De ahí viene, precisamente, la desvitalización de determinadas organizaciones políticas y el anquilosamiento de una parte de sus estructuras dirigentes, que han venido perdiendo contacto con el pulso de la calle. Y que no entienden –ni asumen− que en nuestras sociedades está aumentando el malestar y la desafección política, mientras ellos se encuentran desfasados en su capacidad de procesar –y entender− la entidad de los problemas a los que nos enfrentamos –especialmente los jóvenes− y la indignación social que se está incubando.

Involuciones organizativas

Ante la intensidad y amplitud de los problemas y la correspondiente extensión de los climas de descrédito, algunos núcleos de poder en los partidos han respondido con movimientos de auto-defensa y enrocamiento, que por lo general han tenido el efecto de apartarles más aún de sus afiliados y votantes.

Incluso, en algunos casos hemos asistido a intentos de dar a las organizaciones un tono más elitista y en cierto enfoque neofeudal. Es decir, determinados dirigentes han intentado amurallarse en las estructuras intrapartidarias de poder y de control, haciendo gala de maneras de entender la acción política que no se encuentran en sintonía ni con las nuevas mentalidades democráticas de nuestra época, ni con las actitudes y posiciones de la nueva ciudadanía activa. Ciudadanía que quiere contar más y codecidir, y que no está dispuesta a que ningún pretendido “sabio” –o sanedrín de sabios− impongan lo que debe hacerse o no hacerse en cada momento, al margen de cuáles hayan sido los compromisos y promesas electorales y las opiniones de la mayoría.

En estos casos, la estrategia de una parte de las viejas élites dirigentes de determinados partidos ha consistido no solo en arrogarse –casi en propiedad− el derecho a ejercer el privilegio exclusivo de tomar las máximas decisiones, sino en defender y proteger dicho derecho en base a redes clientelares y de patronazgo, y a modelos de actuación y liderazgo en los que a los afiliados se les exigían lealtades y adscripciones de naturaleza personal, y no basados en criterios de coincidencia ideológica y política.
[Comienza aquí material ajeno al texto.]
import type { RunResult, RunSpec } from "@plumeline/contracts";
import { AppError } from "../../errors/app-error.js";
import { EngineThread } from "../../workers/engine-thread-client.js";

/** Previews run one at a time, so review screens never take more than one core from queued runs. */
let previous: Promise<unknown> = Promise.resolve();

/**
 * Runs the preview ensembles in a fresh engine worker thread (the same thread code the run
 * workers use), one after the other, and ends the thread. The server's event loop only posts
 * the specs and receives the results. A spec the engine refuses is a 409 naming the reason.
 */
export function runPreviewEnsembles(specs: RunSpec[], label: string): Promise<RunResult[]> {
  const task = previous.then(() => runInThread(specs, label));
  previous = task.catch(() => undefined);
  return task;
}

async function runInThread(specs: RunSpec[], label: string): Promise<RunResult[]> {
  const thread = new EngineThread(`impact-${label}`);
  try {
    const results: RunResult[] = [];
    for (const spec of specs) {
      const outcome = await thread.run(spec);
      if (outcome.kind !== "done")
        throw new AppError(409, "impact_failed", `The preview ensemble did not finish: ${outcome.kind === "failed" ? outcome.message : "cancelled"}.`);
      results.push(outcome.result);
    }
    return results;
  } finally {
    await thread.terminate();
  }
}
Por eso, a veces se ha pedido –y/o se ha presionado a favor de− lealtades y sumisiones ad hominen, sin respetar el derecho a que cada cual tuviera sus propios criterios e ideas políticas. Y, sobre todo, a que las pudiera expresar, mantener y difundir de manera pública y abierta, y no solo en el ámbito de la privacidad más cerrada. Algo que resulta de todo modo impropio –e inexigible− en la vida política moderna.

De esta manera y por esta vía, el fracaso de ciertos partidos orientados en esta dirección ha llevado a rozar casi la conformación –o aplicación práctica− del viejo modelo de los partidos de notables, en los que unos pocos (supuestamente más sabios, más preparados, o más ricos y poderosos) decidían por todos y transmitían y aplicaban sus consignas desde arriba hacia abajo, en unas organizaciones netamente jerarquizadas y patrimonializadas. Organizaciones en las que los de abajo eran recompensados –o en su caso castigados y excluidos− según el grado de fidelidad personal e institucional demostrada en la dinámica política concreta.
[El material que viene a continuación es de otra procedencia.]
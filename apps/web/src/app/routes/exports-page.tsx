import { EXPORT_FORMATS } from "@plumeline/contracts";
import { useMe } from "@/features/auth/api/get-me";
import { useExports } from "@/features/exports/api/get-exports";
import { ExportsTable } from "@/features/exports/components/exports-table";
import { Card, CardBody } from "@/components/ui/card";
import { ListControls } from "@/components/lists/list-controls";
import { listFieldErrors } from "@/components/lists/list-field-errors";
import { PagedList } from "@/components/lists/paged-list";
import { useListQuery } from "@/components/lists/use-list-query";
import { PageHeader } from "@/components/ui/page-header";
import { Segmented } from "@/components/ui/segmented";
import { EmptyState } from "@/components/ui/states";

const EXPORT_SORTS = [
  { value: "createdAt:desc", label: "Newest first" },
  { value: "createdAt:asc", label: "Oldest first" },
  { value: "fileName:asc", label: "File name A–Z" },
  { value: "format:asc", label: "Format" },
  { value: "byteSize:desc", label: "Largest first" },
];

export default function ExportsPage() {
  // Your own exports first: "mine" is on unless the URL says otherwise.
  const list = useListQuery({ defaultSort: "createdAt:desc", filterKeys: ["mine", "format", "author", "from", "to"], defaultFilters: { mine: "true" } });
  const { q, sort, limit, offset, filters } = list.state;
  const mine = filters.mine === "true";
  const exports = useExports({ q, sort, limit, offset, mine, format: (filters.format || undefined) as (typeof EXPORT_FORMATS)[number] | undefined, author: filters.author, from: filters.from, to: filters.to });
  const me = useMe();
  const canDownload = me.data?.permissions.includes("exports:create") ?? false;
  return (
    <>
      <PageHeader kicker="Exports" title="Exports" description="Every report, workbook and CSV handed out, with its checksum, so a figure in a report can be traced to its run. Any past file downloads again, rebuilt from the stored result and checked against its checksum." />
      <div className="mb-3">
        <Segmented
          label="Whose exports"
          value={mine ? "mine" : "all"}
          onChange={(v) => list.update({ filters: { mine: v === "mine" ? "true" : "false" } })}
          options={[
            { value: "mine", label: "Mine" },
            { value: "all", label: "Everyone's" },
          ]}
        />
      </div>
      <Card className="mb-4">
        <CardBody>
          <ListControls
            noun="exports"
            state={list.state}
            onChange={list.update}
            errors={listFieldErrors(exports.error)}
            searchHint="File name, table or the run's name"
            sortOptions={EXPORT_SORTS}
            selects={[{ key: "format", label: "Format", options: EXPORT_FORMATS.map((f) => ({ value: f, label: f.toUpperCase() })) }]}
            texts={mine ? [] : [{ key: "author", label: "Exported by", placeholder: "Name or email" }]}
            dates
          />
        </CardBody>
      </Card>
      <Card>
        <PagedList
          result={exports}
          noun="exports"
          state={list.state}
          onOffset={list.setOffset}
          empty={
            list.filtered ? (
              <EmptyState title="No exports match these filters" />
            ) : (
              <EmptyState title="No exports yet">Open a finished run and download its workbook or a CSV table.</EmptyState>
            )
          }
        >
          {(items) => <ExportsTable exports={items} canDownload={canDownload} />}
        </PagedList>
      </Card>
    </>
  );
}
Obviamente, este modelo de partido solo puede conducir a un fracaso sistémico de quienes postulan actualmente tales enfoques, y de quienes los practican de facto, sobre todo en los espacios de la izquierda. Y más en particular en aquellos contextos en los que las demandas y planteamientos de los afiliados de los partidos y de los nuevos ciudadanos activos han podido hacer oír su voz y han podido canalizar su voto en la dirección de superar la desconexión, e incluso la alienación, existente entre afiliados y altos dirigentes.

Al superar esta deriva, algunos partidos podran acabar frenando su declive electoral y organizativo y evitar la involución –práctica− hacia modelos de organización partidaria que se encuentran en las antípodas de lo que supone –o puede suponer− una nueva socialdemocracia y una nueva forma de entender la ciudadanía y la vida partidaria en las sociedades del siglo XXI. Porque, en este caso, como en casi todo en la vida, la historia no pasa en balde, ni está el mañana escrito. Sino que todos podemos contribuir a escribirlo. Y a mejorar y hacer evolucionar el presente. También los partidos políticos.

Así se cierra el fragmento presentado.